▶ _YOUR OBJECTIVE_:
A single number is required: the count of lines in the records below that contain the word "Promise".

··· INFORMATION GIVEN

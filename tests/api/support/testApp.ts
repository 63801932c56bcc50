import { eq } from 'drizzle-orm';
import supertest from 'supertest';
import { createApp } from '../../../server/app';
import { createDb, type Db } from '../../../server/db/client';
import { seedDemoAccounts, DEMO_PASSWORD } from '../../../server/db/seed/demoAccounts';
import { parseEnv, type Env } from '../../../server/env';
import { startMailFake } from '../../../server/features/mail/mailFake';
import { createMailer, type Mailer } from '../../../server/features/mail/mailer';
import { mailMessages, teams } from '../../../server/db/schema';

export interface TestContext {
  db: Db;
  env: Env;
  mailer: Mailer;
  app: ReturnType<typeof createApp>;
  demoTeamId: string;
  close(): Promise<void>;
}

/**
 * The real app on the throwaway PostGIS database that `npm test` created, with a real mail fake
 * on a free loopback port. Overrides let a test tighten settings such as the sign-in rate limit.
 */
export async function startTestApp(overrides: Record<string, string> = {}): Promise<TestContext> {
  const db = createDb(requiredDatabaseUrl(), 4);
  const fake = await startMailFake(db, { port: 0 });
  const env = parseEnv({
    DATABASE_URL: requiredDatabaseUrl(),
    JWT_SECRET: process.env.JWT_SECRET ?? 'test-secret-' + 'x'.repeat(40),
    NODE_ENV: 'test',
    LOG_LEVEL: 'silent',
    SIGNIN_RATE_MAX: '1000',
    SMTP_PORT: String(fake.port),
    APP_URL: 'http://127.0.0.1:8080',
    ...overrides,
  });
  const mailer = createMailer(env);
  const app = createApp({ db, env, mailer, serveClient: false });
  const demoTeamId = await seedDemoAccounts(db);
  return {
    db,
    env,
    mailer,
    app,
    demoTeamId,
    async close() {
      mailer.close();
      await fake.close();
      await db.$client.end();
    },
  };
}

function requiredDatabaseUrl(): string {
  const url = process.env.DATABASE_URL;
  if (!url) throw new Error('DATABASE_URL is not set: run the API tests through `npm test`.');
  return url;
}

/** A supertest agent that keeps cookies, signed in as the given demo user. */
export async function signedInAgent(ctx: TestContext, email: string, password = DEMO_PASSWORD) {
  const agent = supertest.agent(ctx.app);
  const res = await agent.post('/api/auth/sign-in').send({ email, password });
  if (res.status !== 200) throw new Error(`sign-in as ${email} failed: ${res.status} ${JSON.stringify(res.body)}`);
  return agent;
}

/** Waits for the mail fake to have stored a message to `to` newer than `since`. */
export async function waitForMail(db: Db, to: string, since: Date, timeoutMs = 5000) {
  const deadline = Date.now() + timeoutMs;
  while (Date.now() < deadline) {
    const rows = await db.select().from(mailMessages).orderBy(mailMessages.receivedAt);
    const hit = rows.reverse().find((m) => m.toAddresses.includes(to.toLowerCase()) && m.receivedAt >= since);
    if (hit) return hit;
    await new Promise((r) => setTimeout(r, 50));
  }
  throw new Error(`no mail to ${to} arrived within ${timeoutMs} ms`);
}

/** The token in the first Porelith link of a message body. */
export function linkToken(text: string, path: '/accept-invite' | '/reset-password'): string {
  const m = new RegExp(`${path}\\?token=([A-Za-z0-9_-]+)`).exec(text);
  if (!m) throw new Error(`no ${path} link in: ${text}`);
  return m[1];
}

/** A second team with its own admin, for cross-team checks. */
export async function createOtherTeam(ctx: TestContext, name: string) {
  const [t] = await ctx.db.insert(teams).values({ name }).onConflictDoNothing().returning();
  return t ?? (await ctx.db.select().from(teams).where(eq(teams.name, name)))[0];
}

/**
 * A fresh team with one member of the given role, signed in; each test file gets its own team so
 * files never see each other's wells.
 */
export async function freshTeamAgent(
  ctx: TestContext,
  label: string,
  role: 'admin' | 'geoscientist' | 'planner' | 'viewer' = 'geoscientist',
) {
  const { randomUUID } = await import('node:crypto');
  const bcrypt = (await import('bcryptjs')).default;
  const { users, memberships } = await import('../../../server/db/schema');
  const suffix = randomUUID().slice(0, 8);
  const team = await createOtherTeam(ctx, `${label} ${suffix}`);
  const email = `${role}-${suffix}@porelith.example`;
  const password = 'fresh-team-password';
  const [user] = await ctx.db
    .insert(users)
    .values({ email, name: `${label} ${role}`, passwordHash: await bcrypt.hash(password, 4) })
    .returning();
  await ctx.db.insert(memberships).values({ teamId: team.id, userId: user.id, role });
  const agent = await signedInAgent(ctx, email, password);
  return { teamId: team.id, userId: user.id, email, password, agent };
}

/** Another member of an existing team, signed in. */
export async function memberAgent(ctx: TestContext, teamId: string, role: 'admin' | 'geoscientist' | 'planner' | 'viewer') {
  const { randomUUID } = await import('node:crypto');
  const bcrypt = (await import('bcryptjs')).default;
  const { users, memberships } = await import('../../../server/db/schema');
  const email = `${role}-${randomUUID().slice(0, 8)}@porelith.example`;
  const [user] = await ctx.db
    .insert(users)
    .values({ email, name: `Member ${role}`, passwordHash: await bcrypt.hash('member-password', 4) })
    .returning();
  await ctx.db.insert(memberships).values({ teamId, userId: user.id, role });
  return { userId: user.id, agent: await signedInAgent(ctx, email, 'member-password') };
}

······

▶ _RESULT FOR THIS EXERCISE_:
3